• _TASK TO COMPLETE_
Your answer should be the lines below from the one with "self.timing = _Interleaved(workers, self.bare)" to the one with "return plan, scheduler.timing", both included, given again exactly and with nothing added.

• _Records drawn from a dataset_
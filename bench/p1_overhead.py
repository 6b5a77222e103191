"""P1, driver overhead: a boost replica-exchange run against a bare loop of integrator.step.

Both sides run on one core (this process is pinned), in this process, over the same
systems (the plan's OpenMM System), integrator, platform, temperatures and steps per
cycle. The boost side is the real Scheduler (workers=1: walkers in this process) into a
temporary run folder. The two sides alternate cycle by cycle: before each boost cycle one
bare cycle of integrator.step over as many contexts runs, each side timed on its own
(wall and CPU), so drifts in the machine's speed (large on shared virtual machines) hit
both alike. A boost cycle is everything between two propagations: MD, observation,
coordinate values, reduced potentials, swaps, the ledger records, checkpoints.

Ratio = aggregate steps/s of boost / steps/s of the bare loop (target >= 0.97).

Cases: capped alanine in vacuum on Reference (0.5 and 2 ps cycles), and in OBC2 implicit
solvent on CPU with 1 thread (0.5 ps cycles).

Run: python bench/p1_overhead.py [--walkers 8] [--trials 3] [--quick]
"""

import argparse
import statistics
import time

import numpy as np

import benchlib
from boost.scheduler import Scheduler

TARGET = 0.97

PROTOCOL = """\
protocol: 1
title: P1 benchmark, temperature replica exchange of capped alanine
system: {system}
seed: 101
temperature: 300 K
timestep: 2 fs
platform: {platform}
coordinates:
  phi: {{dihedral: ["resid 0 and name C", "resid 1 and name N", "resid 1 and name CA", "resid 1 and name C"]}}
  psi: {{dihedral: ["resid 1 and name N", "resid 1 and name CA", "resid 1 and name C", "resid 2 and name N"]}}
temperatures: {{lowest: 300 K, highest: 450 K, count: {walkers}}}
exchange: {{pairs: adjacent}}
run:
  cycle: {cycle} ps
  production: {production} ps
"""


def per_call_cpu_us(function, repeats):
    start = time.process_time()
    for _ in range(repeats):
        function()
    return (time.process_time() - start) / repeats * 1e6


def cost_breakdown(scheduler, plan, folder):
    """CPU µs per cycle of each piece of driver work, measured in this process."""
    from boost.store import Ledger
    from boost.workers import SerialWorkers

    workers = SerialWorkers(scheduler._walker_setup())
    host, n = workers.host, plan.n_walkers
    walker = host.walkers[0]
    steps = plan.protocol.run.steps_per_cycle
    rows = [("MD: integrator.step, all walkers", per_call_cpu_us(lambda: walker.integrator.step(steps), 20) * n)]
    stream = per_call_cpu_us(lambda: walker.step(0), 300) * n
    observe = per_call_cpu_us(walker.observe, 300) * n
    rows.append(("worker: each walker's own random stream around its steps (Walker.step(0))", stream))
    rows.append(("worker: getState + numpy positions (observe)", observe))
    rows.append(("worker: the rest of the host's report: coordinate values, finiteness (all walkers at once)",
                 per_call_cpu_us(lambda: host.propagate(0, False), 300) - stream - observe))
    reports = workers.propagate(0)
    import pickle
    rows.append(("pipes: pickle + unpickle the reports", per_call_cpu_us(
        lambda: pickle.loads(pickle.dumps(reports)), 300)))
    assignment = list(range(n))
    rows.append(("driver: reduced potentials u_kr", per_call_cpu_us(
        lambda: scheduler._evaluate(reports, assignment, 0), 300)))
    values_rc, solute_r2, u_kr = scheduler._evaluate(reports, assignment, 0)
    rng = np.random.default_rng(1)
    rows.append(("driver: swap attempts", per_call_cpu_us(lambda: scheduler._swap(u_kr, assignment, 0, rng), 300)))
    # every walker changes temperature, taken as at its next step (Walker.step); worst case
    swapped = [[plan.conditions[r ^ 1] for r in range(n)], list(plan.conditions[:n])]
    flips = iter(range(10**9))

    def all_to_new_conditions():
        for w, condition in zip(host.walkers.values(), swapped[next(flips) % 2]):
            w._apply(condition)
    rows.append(("worker: all walkers to new conditions (at their next step; worst case)", per_call_cpu_us(
        all_to_new_conditions, 300)))
    # cycles reach the file in batches: here one per checkpoint (cycles come faster than a second)
    checkpoint_every = plan.protocol.run.checkpoint_every
    ledger = Ledger(folder / "breakdown.sqlite", coordinate_names=tuple(plan.coordinates), write_every=1e9)
    ledger.create(plan.conditions, {"benchmark": True})
    counter = iter(range(10**9))

    def record_a_batch():
        for _ in range(checkpoint_every):
            ledger.record_cycle(next(counter), time=0.0, production=True, condition_r=assignment,
                                potential_r=reports.potential_r, volume_r=reports.volume_r, values_rc=values_rc,
                                u_kr=u_kr, solute_r2=solute_r2, swaps=[(0, 1, 1, 0)])
        ledger.write_waiting()
    rows.append((f"driver: ledger records, written {checkpoint_every} cycles per transaction (per cycle)",
                 per_call_cpu_us(record_a_batch, 30) / checkpoint_every))
    ledger.close()
    rows.append((f"driver: checkpoint (every {checkpoint_every} cycles, per cycle)", per_call_cpu_us(
        lambda: scheduler._checkpoint(workers, 0, assignment, rng), 20) / checkpoint_every))
    workers.close()
    return rows


def layout_probe(scheduler, n_cycles):
    """Seconds (wall, CPU) to propagate all walkers n_cycles through boost.workers layouts.

    Diagnostic only (not the target): the same walkers in this process, in one worker
    process, and one process per walker.
    """
    from boost.workers import ProcessWorkers, SerialWorkers

    setup = scheduler._walker_setup()
    n = len(setup.seeds)
    steps = scheduler.plan.protocol.run.steps_per_cycle
    layouts = [("all walkers in the driver process", lambda: SerialWorkers(setup)),
               ("all walkers in one worker process", lambda: ProcessWorkers(setup, [list(range(n))])),
               ("one worker process per walker", lambda: ProcessWorkers(setup, [[r] for r in range(n)]))]
    # boost uses the first two (workers=1 on one core: the first); the third shows what
    # process switching alone costs when walkers outnumber cores.
    rows = []
    for name, make in layouts:
        workers = make()
        workers.draw_velocities(dict(enumerate(setup.seeds)))
        workers.propagate(steps)
        cpu, start = benchlib.tree_cpu_seconds(), time.perf_counter()
        for _ in range(n_cycles):
            workers.propagate(steps)
        rows.append((name, time.perf_counter() - start, benchlib.tree_cpu_seconds() - cpu))
        workers.close()
    return rows


class _Interleaved:
    """The scheduler's workers, with one bare cycle run (and timed) before each propagation."""

    def __init__(self, workers, bare):
        self.workers, self.bare = workers, bare
        self.boost = [0.0, 0.0]     # wall, CPU seconds
        self.plain = [0.0, 0.0]
        self.mark = None

    def __getattr__(self, name):
        return getattr(self.workers, name)

    def _lap(self, totals):
        now = (time.perf_counter(), time.process_time())
        if self.mark is not None:
            totals[0] += now[0] - self.mark[0]
            totals[1] += now[1] - self.mark[1]
        self.mark = now

    def propagate(self, n_steps, with_positions=False):
        self._lap(self.boost)
        self.bare.cycle()
        self._lap(self.plain)
        return self.workers.propagate(n_steps, with_positions)

    def finish(self):
        self._lap(self.boost)


class InterleavedScheduler(Scheduler):
    bare = None
    timing = None

    def _loop(self, workers, *args):
        self.timing = _Interleaved(workers, self.bare)
        try:
            return super()._loop(self.timing, *args)
        finally:
            self.timing.finish()


def interleaved_trial(path, folder):
    from boost.protocol import load_protocol
    from boost.plan import make_plan

    plan = make_plan(load_protocol(path))
    scheduler = InterleavedScheduler(plan, folder, progress=False, workers=1)
    # Contexts made first run 1-2 % slower than identical ones made after them (measured
    # here: four identical bare loops stepped in turn, the first made was the slow one), so
    # a set made and kept before both sides spares either of them that place.
    placeholder = benchlib.BareLoop(plan)
    scheduler.bare = benchlib.BareLoop(plan)
    scheduler.run()
    del placeholder
    return plan, scheduler.timing


#: (system, platform, cycle lengths in ps, production ps per walker): the tiny vacuum
#: system on Reference is the hard case (a cycle of MD costs little, so fixed per-cycle
#: work weighs most); implicit solvent on CPU is closer to production use.
CASES = (("alanine-vacuum", "{name: Reference, workers: 1}", (0.5, 2.0), 100.0),
         ("alanine-obc2", "{name: CPU, threads: 1, workers: 1}", (0.5,), 5.0))


def main():
    parser = argparse.ArgumentParser(description=__doc__.splitlines()[0])
    parser.add_argument("--walkers", type=int, default=8)
    parser.add_argument("--trials", type=int, default=3)
    parser.add_argument("--quick", action="store_true", help="the vacuum case only")
    args = parser.parse_args()
    core = benchlib.pin_to_one_core()
    benchlib.describe_machine("P1 driver overhead: boost replica exchange vs bare integrator.step loop")
    print(f"pinned to core {core}; {args.walkers} walkers of capped alanine, temperature ladder "
          "300-450 K with neighbour swaps; boost and bare cycles alternate\n", flush=True)
    rows, summary = [], []
    with benchlib.temporary_folder("p1") as tmp:
        from pathlib import Path
        tmp = Path(tmp)
        for system, platform, cycles, production in CASES[:1] if args.quick else CASES:
            for cycle_ps in cycles:
                name = f"{system}-{cycle_ps:g}"
                path = benchlib.write_protocol(tmp, name, PROTOCOL.format(
                    system=system, platform=platform, walkers=args.walkers, cycle=cycle_ps, production=production))
                wall_ratios, cpu_ratios = [], []
                for trial in range(args.trials):
                    plan, timing = interleaved_trial(path, tmp / f"run-{name}-{trial}")
                    n_cycles = plan.protocol.run.n_cycles
                    steps = n_cycles * plan.protocol.run.steps_per_cycle * plan.n_walkers
                    wall_ratios.append(timing.plain[0] / timing.boost[0])
                    cpu_ratios.append(timing.plain[1] / timing.boost[1])
                    overhead_ms = (timing.boost[0] - timing.plain[0]) / n_cycles * 1e3
                    rows.append((system, plan.platform.name, f"{cycle_ps:g}", trial, f"{steps / timing.boost[0]:.0f}",
                                 f"{steps / timing.plain[0]:.0f}", f"{wall_ratios[-1]:.3f}",
                                 f"{cpu_ratios[-1]:.3f}", f"{overhead_ms:.2f}"))
                summary.append((system, cycle_ps, statistics.median(wall_ratios), statistics.median(cpu_ratios)))
        benchlib.print_table(("system", "platform", "cycle ps", "trial", "boost steps/s", "bare steps/s",
                              "ratio (wall)", "ratio (CPU)", "overhead ms/cycle"), rows)
        print()
        for system, cycle_ps, wall, cpu in summary:
            print(f"P1 median ratio, {system}, {cycle_ps:g} ps cycles: wall {wall:.3f}, CPU {cpu:.3f} "
                  f"(target >= {TARGET}): {benchlib.verdict(wall, TARGET)} by wall time, "
                  f"{benchlib.verdict(cpu, TARGET)} by CPU time")
        path = benchlib.write_protocol(tmp, "breakdown", PROTOCOL.format(
            system=CASES[0][0], platform=CASES[0][1], walkers=args.walkers, cycle=0.5, production=100.0))
        from boost.protocol import load_protocol
        from boost.plan import make_plan
        plan = make_plan(load_protocol(path))
        benchlib.describe_load("end")
        print("Where the time of one cycle goes (vacuum case, 0.5 ps cycles; CPU µs, measured in this process):")
        (tmp / "breakdown").mkdir()
        scheduler = Scheduler(plan, tmp / "breakdown", progress=False, workers=1)
        pieces = cost_breakdown(scheduler, plan, tmp)
        md = pieces[0][1]
        benchlib.print_table(("piece", "µs per cycle", "share of MD"),
                             [(name, f"{us:.0f}", f"{us / md:.1%}") for name, us in pieces])
        n_probe = plan.protocol.run.n_cycles // 2
        bare_s, bare_cpu = benchlib.bare_loop_seconds(plan, n_probe)
        print(f"\nWorker layouts (diagnostic: workers.propagate only, {n_probe} cycles, vs a bare loop "
              "measured next to them):")
        benchlib.print_table(("layout", "wall s", "CPU s", "bare/layout (wall)", "bare/layout (CPU)"),
                             [("bare integrator.step loop", f"{bare_s:.2f}", f"{bare_cpu:.2f}", "1", "1")] +
                             [(name, f"{w:.2f}", f"{c:.2f}", f"{bare_s / w:.3f}", f"{bare_cpu / c:.3f}")
                              for name, w, c in layout_probe(scheduler, n_probe)])


if __name__ == "__main__":
    main()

• _COMPLETED TASK_
        self.timing = _Interleaved(workers, self.bare)
        try:
            return super()._loop(self.timing, *args)
        finally:
            self.timing.finish()


def interleaved_trial(path, folder):
    from boost.protocol import load_protocol
    from boost.plan import make_plan

    plan = make_plan(load_protocol(path))
    scheduler = InterleavedScheduler(plan, folder, progress=False, workers=1)
    # Contexts made first run 1-2 % slower than identical ones made after them (measured
    # here: four identical bare loops stepped in turn, the first made was the slow one), so
    # a set made and kept before both sides spares either of them that place.
    placeholder = benchlib.BareLoop(plan)
    scheduler.bare = benchlib.BareLoop(plan)
    scheduler.run()
    del placeholder
    return plan, scheduler.timing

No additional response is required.